Third, the child-robot interactions involved imitative encounters. Developmental scientists working with human infants7,11,38, have pointed out that mutual imitation games are a common occurrence among infants and caretakers, and provide a rich learning experience not only because they include structural matches, but also because they include a temporal component. Interpersonal temporal synchrony of the type occurring in mutual imitation is now considered as a social signal per se5,6 and has been associated with both neural39 and hormonal changes in humans40,41. In the current experiments, the robot-human interaction was treated as a single global system where the robot could learn based on the interaction - hence, the robot-human system was considered an autopoietic social system that was sufficient to maintain the interaction and to develop and regulate the robot’s behavior. The robot would not have developed without the help of the human agent (caregiver). Our computational modeling served to render this kind of social learning more precise and quantifiable than is often the case within developmental and clinical psychology.

Fourth, consistent with work showing that infants react to being imitated in special behavioral and affective ways, exhibiting a distinctive infant neural response to having their behavior copied (reduction in mu rhythm in the EEG)42, the human partner in the current robot experiments was considered as a mirror during the learning phase. Consequently, the robot could learn to connect what it saw with what it did.

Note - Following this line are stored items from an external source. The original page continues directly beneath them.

/// Sea-level standard temperature, K (defining value).
pub const SEA_LEVEL_TEMPERATURE_K: f64 = 288.15;
/// Sea-level standard pressure, Pa (defining value).
pub const SEA_LEVEL_PRESSURE_PA: f64 = 101_325.0;
/// Standard acceleration of gravity, m/s2 (defining value).
pub const G0: f64 = 9.806_65;
/// Universal gas constant as the 1976 standard and ISO 2533 give it,
/// J/(kmol K). It differs slightly from today's CODATA value (8314.462).
/// The standard's tables were computed with this one.
pub const R_STAR: f64 = 8314.32;
/// Molar mass of sea-level air, kg/kmol, as ISO 2533 gives it (from
/// memory). The 1976 U.S. standard rounds it to 28.9644, which would give
/// R = 287.0531 J/kg/K, 7e-7 relative away and well inside table rounding.
pub const MOLAR_MASS_AIR: f64 = 28.964_42;
/// Specific gas constant of air, J/kg/K: `R_STAR / MOLAR_MASS_AIR` as
/// ISO 2533 prints it (from memory).
pub const R_AIR: f64 = 287.052_87;
/// Ratio of specific heats of air used by the standard for the speed of
/// sound.
pub const GAMMA: f64 = 1.4;
/// Sea-level standard density, kg/m3: `p0 / (R T0)`, 1.2250.
pub const SEA_LEVEL_DENSITY: f64 = SEA_LEVEL_PRESSURE_PA / (R_AIR * SEA_LEVEL_TEMPERATURE_K);
/// The standard's effective Earth radius for the geopotential relation, m.
pub const EARTH_RADIUS_M: f64 = 6_356_766.0;
/// Lowest geometric altitude the standard covers, m.
pub const MIN_GEOMETRIC_M: f64 = -5000.0;
/// Highest geometric altitude this model covers, m (the top of the
/// standard's lower atmosphere).
pub const MAX_GEOMETRIC_M: f64 = 86_000.0;

/// Layer bases, geopotential m, and the lapse rate above each, K/m. These,
/// with the sea-level values, are the standard's defining data.
const LAYER_DEFINITION: [(f64, f64); 7] = [
    (0.0, -6.5e-3),
    (11_000.0, 0.0),
    (20_000.0, 1.0e-3),
    (32_000.0, 2.8e-3),
    (47_000.0, 0.0),
    (51_000.0, -2.8e-3),
    (71_000.0, -2.0e-3),
];

/// Molecular-weight ratio M/M0 of the 1976 standard, every 0.5 km of
/// geometric altitude from 80 km to 86 km (from memory). An error of a few
/// units in the sixth decimal would move the kinetic temperature by under
/// 0.001 K.
const MOLECULAR_WEIGHT_RATIO: [f64; 13] = [
    1.000_000, 0.999_996, 0.999_988, 0.999_969, 0.999_938, 0.999_904, 0.999_864, 0.999_822,
    0.999_778, 0.999_731, 0.999_681, 0.999_629, 0.999_579,
];
const RATIO_START_M: f64 = 80_000.0;
const RATIO_STEP_M: f64 = 500.0;
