/* The current row, its problem reported, is left out of the record: notes
 * the part of the record it would have given (from its kind and, for a test
 * row, its key, as far as they were read) so that validation does not also
 * call that part missing. An unknown kind or key notes nothing: then the
 * part the row was meant to give is reported missing too, which is true. */
static void refuse_row(struct rp *p)
{
    if (p->nf == 0 || p->f[0].len == 0)
        return;
    size_t near = 0;
    const size_t ki = lookup(p->f[0].text, KINDS, sizeof KINDS[0], R_COUNT, &near);
    if (ki == R_COUNT)
        return;
    if (ki != R_TEST) {
        p->rec->refused |= KINDS[ki].part;
        return;
    }
    if (p->nf < 2 || p->f[1].len == 0)
        return;
    const size_t k = lookup(p->f[1].text, KEYS, sizeof KEYS[0], K_COUNT, &near);
    if (k < K_COUNT)
        p->rec->refused |= KEYS[k].part;
}

/* Checks a row's value against its accepted range (record.h), reporting a
 * problem at the value's own field. */
static bool in_range(struct rp *p, enum sg_record_value which, double v, const struct field *f)
{
    struct sg_error e;
    if (sg_record_check_value(which, v, pos_of(f), &e) == SG_OK)
        return true;
    add_problem(p, &e);
    return false;
}

static void test_row(struct rp *p)
{
    const struct field *fk = &p->f[1];
    char t[SHOW_BUF];
    if (fk->len == 0) {
        problem(p, SG_EPARSE, fk->line, fk->col, "key is empty (write 'test,<key>,<value>', e.g. 'test,id,BH1-2.5')");
        return;
    }
    size_t near = 0;
    const size_t ki = lookup(fk->text, KEYS, sizeof KEYS[0], K_COUNT, &near);
    if (ki == K_COUNT) {
        problem(p, SG_EPARSE, fk->line, fk->col, "unknown key '%s' (did you mean '%s'?)", show(fk->text, t),
                KEYS[near].name);
        return;
    }
    const enum key k = (enum key)ki;
    const struct keyinfo *ko = &KEYS[k];
    if (p->key_line[k] != 0) {
        problem(p, SG_EPARSE, fk->line, fk->col, "key '%s' is given twice (first on line %u; keep one)", ko->name,
                p->key_line[k]);
        return;
    }
    p->key_line[k] = fk->line;

    const size_t want = ko->type == V_NUM2 ? 2 : 1, nvals = p->nf_eff - 2;
    if (nvals < want) {
        problem(p, SG_EPARSE, fk->line, fk->col,
                "key '%s' needs two values, 1 given (write 'test,depth_line_mm,<depth at reading 0 in mm>,"
                "<change per reading unit in mm>')",
                ko->name);
        p->rec->refused |= ko->part;
        return;
    }
    if (nvals > want) {
        const struct field *fx = &p->f[2 + want];
        problem(p, SG_EPARSE, fx->line, fx->col, "key '%s' takes %s value, %zu given (remove the extra fields)",
                ko->name, want == 1 ? "one" : "two", nvals);
        p->rec->refused |= ko->part;
        return;
    }

    struct sg_record *r = p->rec;
    const struct field *fv = &p->f[2];
    double *num = NULL;
    bool *has = NULL;
    struct sg_srcpos *pos = NULL;
    key_slot(r, k, &num, &has, &pos);
    bool ok = false;
    switch (ko->type) {
    case V_ID:
        ok = name_value(p, fv, "test id", "it names the output files; e.g. BH1-2.5", true, r->id);
        break;
    case V_NAME: {
        static const char *const what[] = {"hydrometer ID", "cylinder ID", "thermometer ID", "pipette ID"};
        char *const dst[] = {r->hydrometer, r->cylinder, r->thermometer, r->pipette_id};
        const size_t w = k == K_HYDROMETER ? 0 : k == K_CYLINDER ? 1 : k == K_THERMOMETER ? 2 : 3;
        ok = name_value(p, fv, what[w], "use the instrument's ID in the calibration register", false, dst[w]);
        break;
    }
    case V_METHOD:
        if (same_word(fv->text, "hydrometer"))
            r->method = SG_METHOD_HYDROMETER, ok = true;
        else if (same_word(fv->text, "pipette"))
            r->method = SG_METHOD_PIPETTE, ok = true;
        else
            problem(p, SG_EPARSE, fv->line, fv->col, "method '%s' is not known (write hydrometer or pipette)",
                    show(fv->text, t));
        break;
    case V_SCALE:
        if (same_word(fv->text, "g_per_l"))
            r->scale = SG_SCALE_G_PER_L, ok = true;
        else if (same_word(fv->text, "density"))
            r->scale = SG_SCALE_DENSITY, ok = true;
        else
            problem(p, SG_EPARSE, fv->line, fv->col,
                    "reading scale '%s' is not known (write g_per_l for grams of soil per litre or density "
                    "for (density - 1) x 1000)",
                    show(fv->text, t));
        break;
    case V_STANDARD:
        for (int s = SG_STANDARD_ASTM_D7928; s <= SG_STANDARD_ISO17892_4 && !ok; s++)
            if (same_word(fv->text, sg_standard_name((enum sg_standard)s)))
                r->standard = (enum sg_standard)s, ok = true;
        if (!ok)
            problem(p, SG_EPARSE, fv->line, fv->col,
                    "standard '%s' is not known (write astm-d7928, bs1377-2 or iso17892-4, or leave the key "
                    "out for exact physics)",
                    show(fv->text, t));
        break;
    case V_DATE: {
        struct sg_error de;
        if (sg_date_parse(fv->text, &r->date, &de) == SG_OK)
            ok = true;
        else
            problem(p, SG_EPARSE, fv->line, fv->col, "%s", de.msg);
        break;
    }
    case V_NUM2: {
        double v[2];
        const bool a = number(p, &p->f[2], &ko->num, &v[0]);
        const bool b = number(p, &p->f[3], &ko->num, &v[1]);
        if (a && b) {
            num[0] = v[0];
            num[1] = v[1];
            ok = true;
        }
        break;
    }
    case V_NUM: {
        double v = 0.0;
        if (number(p, fv, &ko->num, &v)) {
            if (ko->nonneg && v < 0.0) {
                problem(p, SG_EINVAL, fv->line, fv->col,
                        "%s %g %s must not be negative (give it in %s, 0 or more, e.g. %s)", ko->num.what, v,
                        ko->num.unit_words, ko->num.unit_words, ko->num.example);
            } else if (ko->nonneg && v > ko->max) {
                problem(p, SG_EINVAL, fv->line, fv->col,
                        "%s %g %s is above %g %s, the largest accepted (give it in %s, e.g. %s)", ko->num.what, v,
                        ko->num.unit_words, ko->max, ko->num.unit_words, ko->num.unit_words, ko->num.example);
            } else {
                *num = v;
                ok = true;
            }
        }
        break;
    }
    }
    if (ok) {
        if (has != NULL)
            *has = true;
        if (pos != NULL)
            *pos = pos_of(fv);
    } else {
        p->rec->refused |= ko->part;
    }
}

/* Row values are checked against their accepted ranges here, where each
 * field's column is known, so that a problem is located at the value that
 * is wrong; a row with a problem is left out (and noted as refused).
 * sg_record_validate() checks the same ranges for records built in code. */
static void sieve_row(struct rp *p, bool fine)
{
    const struct field *fa = &p->f[1], *fm = &p->f[2];
    struct sg_sieve_row row = {.pos = pos_of(fa)};
    bool ok = true;
    if (same_word(fa->text, "pan"))
        row.aperture_mm = SG_SIEVE_PAN_MM;
    else
        ok = number(p, fa, &NS_APERTURE, &row.aperture_mm) &&
             in_range(p, SG_VALUE_SIEVE_APERTURE, row.aperture_mm, fa);
    ok = number(p, fm, &NS_RETAINED, &row.retained_g) && in_range(p, SG_VALUE_RETAINED_MASS, row.retained_g, fm) &&
         ok;
    if (!ok)
        p->rec->refused |= fine ? SG_PART_FINE_SIEVE : SG_PART_SIEVE;
    else if ((fine ? sg_record_add_fine_sieve(p->rec, row) : sg_record_add_sieve(p->rec, row)) != SG_OK)
        fatal(p, SG_ENOMEM);
}

static void reading_row(struct rp *p)
{
    struct sg_reading_row row = {.pos = pos_of(&p->f[1])};
    bool ok = number(p, &p->f[1], &NS_ELAPSED, &row.elapsed_min) &&
              in_range(p, SG_VALUE_ELAPSED, row.elapsed_min, &p->f[1]);
    ok = number(p, &p->f[2], &NS_READING, &row.reading) && in_range(p, SG_VALUE_READING, row.reading, &p->f[2]) &&
         ok;
    ok = number(p, &p->f[3], &NS_TEMP, &row.temp_c) && in_range(p, SG_VALUE_TEMP, row.temp_c, &p->f[3]) && ok;
    row.temp_col = p->f[3].col;
    if (p->nf_eff == 5) {
        row.has_blank = true;
        ok = number(p, &p->f[4], &NS_BLANK, &row.blank_reading) &&
             in_range(p, SG_VALUE_BLANK, row.blank_reading, &p->f[4]) && ok;
    }
    if (!ok)
        p->rec->refused |= SG_PART_READING;
    else if (sg_record_add_reading(p->rec, row) != SG_OK)
        fatal(p, SG_ENOMEM);
}

static void pipette_row(struct rp *p)
{
    struct sg_pipette_row row = {.pos = pos_of(&p->f[1])};
    bool ok = number(p, &p->f[1], &NS_ELAPSED, &row.elapsed_min) &&
              in_range(p, SG_VALUE_ELAPSED, row.elapsed_min, &p->f[1]);
    ok = number(p, &p->f[2], &NS_TEMP, &row.temp_c) && in_range(p, SG_VALUE_TEMP, row.temp_c, &p->f[2]) && ok;
    ok = number(p, &p->f[3], &NS_DEPTH, &row.depth_mm) &&
         in_range(p, SG_VALUE_SAMPLING_DEPTH, row.depth_mm, &p->f[3]) && ok;
    ok = number(p, &p->f[4], &NS_SOLIDS, &row.solids_g) && in_range(p, SG_VALUE_SOLIDS, row.solids_g, &p->f[4]) &&
         ok;
    if (!ok)
        p->rec->refused |= SG_PART_PIPETTE;
    else if (sg_record_add_pipette(p->rec, row) != SG_OK)
        fatal(p, SG_ENOMEM);
}

static void process_row(struct rp *p)
{
    const size_t n = p->nf_eff;
    if (n == 0)
        return; /* a row of empty fields: a blank line from a spreadsheet */
    const struct field *f0 = &p->f[0];
    if (f0->text[0] == '#')
        return; /* a comment that a spreadsheet put in quotes */
    if (++p->rows > SG_RECORDIO_MAX_ROWS) {
        problem(p, SG_ELIMIT, f0->line, f0->col, "more than %u data rows (a test record holds one test; check the file)",
                SG_RECORDIO_MAX_ROWS);
        fatal(p, SG_ELIMIT);
        return;
    }
    /* Mixed separators: the other separator shows up inside a field. With ';'
     * a comma may be a decimal comma, so only the row kind is looked at. */
    const size_t look = p->delim == ',' ? (n < ROW_FIELDS_MAX ? n : ROW_FIELDS_MAX) : 1;
    for (size_t i = 0; i < look; i++) {
        const size_t kept = p->f[i].len < FIELD_TEXT_MAX - 1 ? p->f[i].len : FIELD_TEXT_MAX - 1; /* = strlen */
        const char *o = memchr(p->f[i].text, p->other, kept);
        if (o != NULL) {
            problem(p, SG_EPARSE, p->f[i].line, p->f[i].col,
                    "line %u uses '%c' as the separator but line %u set '%c' (the first data row decides; "
                    "use one separator in the whole file)",
                    p->f[i].line, p->other, p->delim_line, p->delim);
            refuse_row(p);
            return;
        }
    }
    if (n == 1 && strchr(f0->text, '\t') != NULL) {
        problem(p, SG_EPARSE, f0->line, f0->col,
                "line %u separates its fields with tabs (separate them with ',' or ';')", f0->line);
        return;
    }
    char t[SHOW_BUF];
    if (f0->len == 0) {
        problem(p, SG_EPARSE, f0->line, f0->col,
                "row kind is empty (the first field of a row is test, sieve, fine_sieve, reading or pipette)");
        return;
    }
    size_t near = 0;
    const size_t ki = lookup(f0->text, KINDS, sizeof KINDS[0], R_COUNT, &near);
    if (ki == R_COUNT) {
        problem(p, SG_EPARSE, f0->line, f0->col,
                "unknown row kind '%s' (did you mean '%s'? rows are test, sieve, fine_sieve, reading and pipette)",
                show(f0->text, t), KINDS[near].name);
        return;
    }
    const struct kindinfo *kd = &KINDS[ki];
    if (n < kd->min_fields || n > kd->max_fields) {
        const struct field *at = n > kd->max_fields && kd->max_fields < ROW_FIELDS_MAX ? &p->f[kd->max_fields] : f0;
        problem(p, SG_EPARSE, at->line, at->col, "row '%s' has %zu field%s, expected %s", kd->name, n,
                n == 1 ? "" : "s", kd->expected);
        refuse_row(p);
        return;
    }
    switch ((enum kind)ki) {
    case R_TEST: test_row(p); break;
    case R_SIEVE: sieve_row(p, false); break;
    case R_FINE_SIEVE: sieve_row(p, true); break;
    case R_READING: reading_row(p); break;
    case R_PIPETTE: pipette_row(p); break;
    case R_COUNT: break;
    }
}

/* ---- libcsv callbacks ------------------------------------------------------------ */

static void cb_field(void *data, size_t len, void *ctx)
{
    struct rp *p = ctx;
    const unsigned char *b = data;
    size_t k = p->nf++;
    while (len > 0 && is_blank(b[0]))
        b++, len--;
    while (len > 0 && is_blank(b[len - 1]))
        len--;
    if (len > 0)
        p->nf_eff = k + 1;
    if (k < ROW_FIELDS_MAX) {
        struct field *f = &p->f[k];
        const size_t keep = len < FIELD_TEXT_MAX - 1 ? len : FIELD_TEXT_MAX - 1;
        if (keep > 0)
            memcpy(f->text, b, keep);
        f->text[keep] = '\0';
        f->len = len;
        f->line = p->fline;
        f->col = p->fcol;
    }
    /* The next field starts after this byte (a separator). */
    p->fpending = true;
    p->fline = p->cur.line;
    p->fcol = p->cur.col + 1;
}
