/* cli.h - the sedgrade program's subcommands and shared CLI helpers. The CLI
 * is the only ring that reads argv, prints to the terminal or exits. */
#ifndef SEDGRADE_CLI_H
#define SEDGRADE_CLI_H

#include <stdbool.h>
#include <stddef.h>

#include "sedgrade/error.h"

/* Exit statuses, the same for every subcommand (listed in the man page). */
enum sg_exit {
    SG_EXIT_OK = 0,       /* all good */
    SG_EXIT_QC = 1,       /* results written but at least one test failed a QC rule */
    SG_EXIT_INPUT = 2,    /* bad input or usage; nothing written for that test */
    SG_EXIT_IO = 3        /* I/O failure */
};

int sg_cli_reduce(int argc, char **argv);
int sg_cli_check(int argc, char **argv);
int sg_cli_plan(int argc, char **argv);
int sg_cli_cal(int argc, char **argv);

/* Prints "sedgrade: FILE:LINE:COL: msg" (FILE and the location only when
 * known) to stderr. file may be NULL. */
void sg_cli_report(const char *file, const struct sg_error *err);

/* printf-style message "sedgrade: ..." to stderr. */
void sg_cli_errorf(const char *fmt, ...)
#if defined(__GNUC__)
    __attribute__((format(printf, 1, 2)))
#endif
    ;

/* Exit status for a library status (SG_EIO -> 3, SG_OK -> 0, else 2). */
int sg_cli_exit_for(enum sg_status st);

/* Whether a file name is a test record's when folders are walked: it ends
 * in ".csv", in any case ("B1.CSV" from a system that writes upper case). */
bool sg_cli_is_record_name(const char *name);

/* Parses a whole decimal number with strtod + end pointer and a range
 * check; false with a message to stderr naming the option otherwise. */
bool sg_cli_parse_double(const char *opt, const char *text, double min, double max, double *out);
bool sg_cli_parse_size(const char *opt, const char *text, size_t min, size_t max, size_t *out);

#endif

When the sensory-motor architecture was used in this learning context and coupled with the novelty detector, this was sufficient to develop new autonomous behaviors (person recognition).

Finally, it is of note that the novelty detector computational architecture was based on statistical/probabilistic learning that has been shown to be a key mechanism during early language acquisition43,44 and that has been recently used in robotic goal-based imitation learning45. The novelty detector system that we used made use of a special ‘prediction error’ calculation that helped isolate input from the environment that was unexpected and therefore important to learn about. Our current model and experiments involved typically developing children in child-robot interaction, children with ASD in child-robot interaction, as well as adult-robot interaction, and avatar-robot interaction. This suggests that the architecture allows for generalized learning across a broad range of agents and interactive participants.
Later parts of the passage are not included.